There are several strengths of our study. First, to overcome the limitations that arise by using retrospective data, PS matching and time-varying Cox proportional hazard models were used to balance the groups such as what might occur with true randomization. This methodological strength provides further evidence of the strong relationship between NAFLD and CKD. Secondly, we had a large sample size (262,619 NAFLD patients) and our cohort was representative of the general population in the US especially since we used one of the largest US database of patient data, which includes nearly 20 million individuals annually, 77 large employers, and more than 100 health plans. A recent meta-analysis combined results from 8 non-US observational studies included 32,842 NAFLD patients. (20) Lastly, we controlled for the known comorbidities and medications associated with renal functioning as a means of isolating the effects of NAFLD as well as conducting several sensitivity and subgroup analyses to access the robustness of our results and NAFLD still remained as a risk factor for developing CKD.
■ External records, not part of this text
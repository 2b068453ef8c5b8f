import { isMassUnit, massUnitFactor } from '../chemistry';
import { cellState, derivedColumn, type Column } from './column';
import { ExpressionError, expressionSymbols, parseExpression, type ExpressionNode, type FunctionName } from './expression-parse';
import { boundsOf } from './interval';
import { resolveColumn } from './resolve';
import type { Suite } from './suite';

export { ExpressionError, expressionSymbols, parseExpression, type ExpressionNode, type FunctionName } from './expression-parse';

/** How an expression is evaluated. */
export interface EvaluateOptions {
  /** Symbol of the resulting column (default: the expression as written). */
  readonly symbol?: string;
  /** Expressions that may be used by name. */
  readonly named?: Readonly<Record<string, string>>;
  /** The reference value that a normalised analyte is divided by, in the analyte's canonical unit. */
  readonly reference?: (symbol: string) => number;
  /** Whether 1σ is carried through where the operands have it (default true). */
  readonly sigma?: boolean;
  /** Where the operands come from (default: the suite's columns and their equivalents). */
  readonly operand?: (symbol: string) => Column | undefined;
}

const parsed = new WeakMap<object, Map<string, ExpressionNode>>();
const unnamed = {};

function parseOnce(text: string, named: Readonly<Record<string, string>> | undefined): ExpressionNode {
  const key = named ?? unnamed;
  let known = parsed.get(key);
  if (known === undefined) parsed.set(key, (known = new Map()));
  let node = known.get(text);
  if (node === undefined) known.set(text, (node = parseExpression(text, named)));
  return node;
}

/**
 * Evaluates ordinary arithmetic on whole columns.
 *
 * Mass fractions in different units (wt % and ppm) are converted to wt % before they are added, subtracted or divided, so `10000*Zr/TiO2`
 * is Zr in ppm over TiO2 in wt %. 1σ is propagated to first order, operands taken as independent of each other. A below-detection or
 * above-range operand gives a bounded result (`<` or `>` with its limit) where the bounds allow one, else a missing cell.
 *
 * @param suite n samples
 * @param text the expression; see `parseExpression` for what may be written
 * @returns a column of n cells, kind `quantity`; unit '' for ratios
 * @throws ExpressionError for an unreadable expression, an operand the suite lacks, or units that cannot be added
 * @example evaluate(suite, 'Ba/Th').values
 */
export function evaluate(suite: Suite, text: string, options: EvaluateOptions = {}): Column {
  const tree = parseOnce(text, options.named);
  const symbols = expressionSymbols(tree);
  const operands = new Map<string, Column>();
  const missing: string[] = [];
  const find = options.operand ?? ((symbol: string) => resolveColumn(suite, symbol));
  for (const symbol of symbols) {
    const found = find(symbol);
    if (found === undefined) missing.push(symbol);
    else operands.set(symbol, found);
  }
  if (missing.length > 0) throw new ExpressionError(`"${text}" needs ${missing.join(', ')}, which this suite does not hold. It holds: ${suite.analytes.join(', ')}.`);

  const bound = bind(tree, { text, operands, reference: options.reference });
  const values = run(bound.node, (symbol) => operands.get(symbol)!.values, suite.size);
  const sigma = options.sigma === false ? undefined : propagate(bound.node, operands, suite.size);
  const result = derivedColumn(options.symbol ?? text, values, bound.unit, sigma);
  return withBounds(result, bound.node, operands);
}

/** A node with units resolved: normalised columns divided by their reference, unit conversions written as factors. */
interface Bound {
  readonly node: ExpressionNode;
  /** Unit base ('' for a bare number) and its power. */
  readonly base: string;
  readonly power: number;
  readonly unit: string;
}

interface BindContext {
  readonly text: string;
  readonly operands: ReadonlyMap<string, Column>;
  readonly reference?: (symbol: string) => number;
}

const unitText = (base: string, power: number): string => (base === '' || power === 0 ? '' : power === 1 ? base : `${base}^${power}`);
const boundAs = (node: ExpressionNode, base: string, power: number): Bound => ({ node, base: power === 0 ? '' : base, power, unit: unitText(base, power) });
const timesNumber = (node: ExpressionNode, factor: number): ExpressionNode =>
  factor === 1 ? node : { kind: 'binary', operator: '*', left: node, right: { kind: 'number', value: factor } };

function bind(node: ExpressionNode, context: BindContext): Bound {
  switch (node.kind) {
    case 'number':
      return boundAs(node, '', 0);
    case 'column': {
      const { unit } = context.operands.get(node.symbol)!;
      if (!node.normalised) return boundAs(node, unit, unit === '' ? 0 : 1);
      const reference = context.reference?.(node.symbol);
      if (reference === undefined || Number.isNaN(reference)) {
        throw new ExpressionError(`"${context.text}": ${node.symbol} is to be normalised, but the reference composition${context.reference === undefined ? ' is not given' : ` has no ${node.symbol}`}.`);
      }
      return boundAs({ kind: 'binary', operator: '/', left: { ...node, normalised: false }, right: { kind: 'number', value: reference } }, '', 0);
    }
    case 'negate': {
      const of = bind(node.of, context);
      return boundAs({ kind: 'negate', of: of.node }, of.base, of.power);
    }
    case 'call': {
      const of = node.arguments.map((argument) => bind(argument, context));
      const call: ExpressionNode = { ...node, arguments: of.map((argument) => argument.node) };
      if (node.name === 'sqrt') return boundAs(call, of[0].base, of[0].power / 2);
      return node.name === 'abs' || node.name === 'min' || node.name === 'max' ? boundAs(call, of[0].base, of[0].power) : boundAs(call, '', 0);
    }
    case 'binary':
      return bindBinary(node, context);
  }
}

function bindBinary(node: ExpressionNode & { kind: 'binary' }, context: BindContext): Bound {
  const { operator } = node;
  let left = bind(node.left, context);
  let right = bind(node.right, context);
  if (operator === '^') {
    const exponent = node.right.kind === 'number' ? node.right.value : undefined;
    return boundAs({ ...node, left: left.node, right: right.node }, left.base, exponent === undefined ? 0 : left.power * exponent);
  }
  if (left.base !== right.base && isMassUnit(left.base) && isMassUnit(right.base)) {
    const common = left.base === 'wt%' || right.base === 'wt%' ? 'wt%' : left.base;
    [left, right] = [left, right].map((side) => boundAs(timesNumber(side.node, massUnitFactor(side.base as 'ppm', common as 'ppm') ** side.power), common, side.power));
  }
  const joined: ExpressionNode = { ...node, left: left.node, right: right.node };
  if (operator === '+' || operator === '-') {
    // A bare number takes the unit of what it is added to, as published rules write it (Na2O − 2).
    if (left.power === 0) return boundAs(joined, right.base, right.power);
    if (right.power === 0) return boundAs(joined, left.base, left.power);
    if (left.base !== right.base || left.power !== right.power) {
      throw new ExpressionError(`"${context.text}": a quantity in ${left.unit} and one in ${right.unit} cannot be ${operator === '+' ? 'added' : 'subtracted'}.`);
    }
    return boundAs(joined, left.base, left.power);
  }
  const power = left.power + (operator === '*' ? right.power : -right.power);
  return boundAs(joined, left.base === '' ? right.base : right.base === '' || left.base === right.base ? left.base : `${left.unit}·${right.unit}`, power);
}

const functions: Readonly<Record<Exclude<FunctionName, 'min' | 'max'>, (value: number) => number>> = {
  log10: Math.log10, ln: Math.log, exp: Math.exp, sqrt: Math.sqrt, abs: Math.abs,
};

/** The values of a bound expression: one fresh array a node, each filled in one plain loop. */
function run(node: ExpressionNode, valuesOf: (symbol: string) => Float64Array, size: number): Float64Array {
  const result = runNode(node, valuesOf, size);
  if (typeof result === 'number') return new Float64Array(size).fill(result);
  return node.kind === 'column' ? result.slice() : result;
}

function runNode(node: ExpressionNode, valuesOf: (symbol: string) => Float64Array, size: number): Float64Array | number {
  switch (node.kind) {
    case 'number':
      return node.value;
    case 'column':
      return valuesOf(node.symbol);
    case 'negate': {
      const of = runNode(node.of, valuesOf, size);
      return typeof of === 'number' ? -of : of.map((value) => -value);
    }
    case 'binary':
      return combine(node.operator, runNode(node.left, valuesOf, size), runNode(node.right, valuesOf, size), size);
    case 'call': {
      const [first, second] = node.arguments.map((argument) => runNode(argument, valuesOf, size));
      if (node.name === 'min' || node.name === 'max') return combine(node.name, first, second, size);
      const apply = functions[node.name];
      if (typeof first === 'number') return apply(first);
      const out = new Float64Array(size);
      for (let i = 0; i < size; i++) out[i] = apply(first[i]);
      return out;
    }
  }
}

type Operator = '+' | '-' | '*' | '/' | '^' | 'min' | 'max';

const combineNumbers: Readonly<Record<Operator, (a: number, b: number) => number>> = {
  '+': (a, b) => a + b, '-': (a, b) => a - b, '*': (a, b) => a * b, '/': (a, b) => a / b, '^': (a, b) => a ** b, min: Math.min, max: Math.max,
};

function combine(operator: Operator, left: Float64Array | number, right: Float64Array | number, size: number): Float64Array | number {
  if (typeof left === 'number' && typeof right === 'number') return combineNumbers[operator](left, right);
  const out = new Float64Array(size);
  if (typeof left !== 'number' && typeof right !== 'number') {
    if (operator === '/') for (let i = 0; i < size; i++) out[i] = left[i] / right[i];
    else if (operator === '+') for (let i = 0; i < size; i++) out[i] = left[i] + right[i];
    else if (operator === '*') for (let i = 0; i < size; i++) out[i] = left[i] * right[i];
    else if (operator === '-') for (let i = 0; i < size; i++) out[i] = left[i] - right[i];
    else for (let i = 0, apply = combineNumbers[operator]; i < size; i++) out[i] = apply(left[i], right[i]);
    return out;
  }
  const apply = combineNumbers[operator];
  if (typeof left === 'number') for (let i = 0; i < size; i++) out[i] = apply(left, (right as Float64Array)[i]);
  else for (let i = 0; i < size; i++) out[i] = apply(left[i], right as number);
  return out;
}

/** Step of the central difference, in σ: small enough that curvature does not matter, large enough that rounding does not. */
const differenceStep = 1e-3;

/** First-order 1σ of the result: each operand is moved by ± a small part of its σ, whole columns at once. */
function propagate(node: ExpressionNode, operands: ReadonlyMap<string, Column>, size: number): Float64Array | undefined {
  let variance: Float64Array | undefined;
  for (const [moved, { values, sigma }] of operands) {
    if (sigma === undefined) continue;
    const shifted = (by: number) => {
      const column = new Float64Array(size);
      for (let i = 0; i < size; i++) column[i] = values[i] + by * sigma[i];
      return run(node, (symbol) => (symbol === moved ? column : operands.get(symbol)!.values), size);
    };
    const up = shifted(differenceStep);
    const down = shifted(-differenceStep);
    variance ??= new Float64Array(size);
    for (let i = 0; i < size; i++) {
      const slope = (up[i] - down[i]) / (2 * differenceStep);
      variance[i] += slope * slope;
    }
  }
  return variance?.map(Math.sqrt);
}

/** Gives the cells that rest on below-detection or above-range operands their bound, by interval arithmetic. */
function withBounds(result: Column, node: ExpressionNode, operands: ReadonlyMap<string, Column>): Column {
  const columns = [...operands.values()];
  const censored = columns.filter(({ limits }) => limits !== undefined);
  if (censored.length === 0) return result;
  const { values, states } = result;
  let limits: Float64Array | undefined;
  for (let i = 0; i < values.length; i++) {
    if (states[i] !== cellState.missing || !censored.some((each) => isCensored(each.states[i])) || columns.some((each) => each.states[i] === cellState.missing)) continue;
    const { low, high } = boundsOf(node, ({ symbol }) => {
      const at = operands.get(symbol)!;
      const limit = at.limits?.[i] ?? NaN;
      if (at.states[i] === cellState.belowDetection) return { low: 0, high: Number.isNaN(limit) ? Infinity : limit };
      if (at.states[i] === cellState.aboveRange) return { low: Number.isNaN(limit) ? 0 : limit, high: Infinity };
      return { low: at.values[i], high: at.values[i] };
    });
    // A bound of a positive quantity that only says "above zero" says nothing.
    const state = Number.isFinite(high) ? cellState.belowDetection : Number.isFinite(low) && low !== 0 ? cellState.aboveRange : cellState.missing;
    if (state === cellState.missing) continue;
    limits ??= new Float64Array(values.length).fill(NaN);
    states[i] = state;
    limits[i] = state === cellState.belowDetection ? high : low;
  }
  return limits === undefined ? result : { ...result, limits };
}

function isCensored(state: number): boolean {
  return state === cellState.belowDetection || state === cellState.aboveRange;
}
Our study also had several limitations. First, we did not have data on laboratory/radiology results (e.g., liver enzymes, ultrasound) to corroborate ICD-9 coding so the diagnosis of NAFLD was dependent on ICD-9 codes which could lead to underdiagnoses of NAFLD. A prior study has validated the use of billing ICD 9 codes for the diagnosis of NAFLD definition, with a positive predictive value of 89%, (21) and this approach is commonly used in retrospective claims data analyses. However, the validation study also reported a negative predictive value of 36%, which suggests that some NAFLD patients remain unrecognized and underdiagnosed in routine practice. (21) Thus, we may have underestimated the risk of CKD in NAFLD patients because it is possible that patients in the control group (non-NAFLD) might have as yet undiagnosed NAFLD. In addition, the study lacked estimated glomerular filtration rate for accurate staging of the severity of CKD. It is possible that incomplete, missing, or miscoded claims may impact the study findings; however, coding errors are likely distributed evenly between the NAFLD and non-NAFLD groups. In fact, the incidence rates of CKD stages 3–5 in our population were comparable with the rates reported from a prospective observational cohort study (4.3~10.4 per 1000 person-years). (35) Second, claims data also have limitations stemming from the nature of administrative claims for payment purposes. For example, compared to a previous study in ultrasound-proven NAFLD patients, we found that the prevalence of obesity at NAFLD diagnosis was significantly lower in our study (16.0% vs 67.5%) although the prevalence of diabetes mellitus was similar (26.8% vs 26.3%). (36) This is likely due to the low sensitivity of ICD-9 codes for obesity (25.2%), which means that we captured only a portion of obese patients; however, it is unlikely that this undercoding of obesity would alter our results because it is not expected to distribute differently between our NAFLD and control cohorts. (37) Third, though we adjusted for as many confounders as available and known to be associated with CKD as well as mean total number of outpatient visits and inpatient visits; however, there may have been some unmeasured confounders that were not reported and thus unavailable (e.g., smoking). Lastly, detection bias may be introduced by differential screening frequencies for kidney diseases between NAFLD and non-NAFLD patients.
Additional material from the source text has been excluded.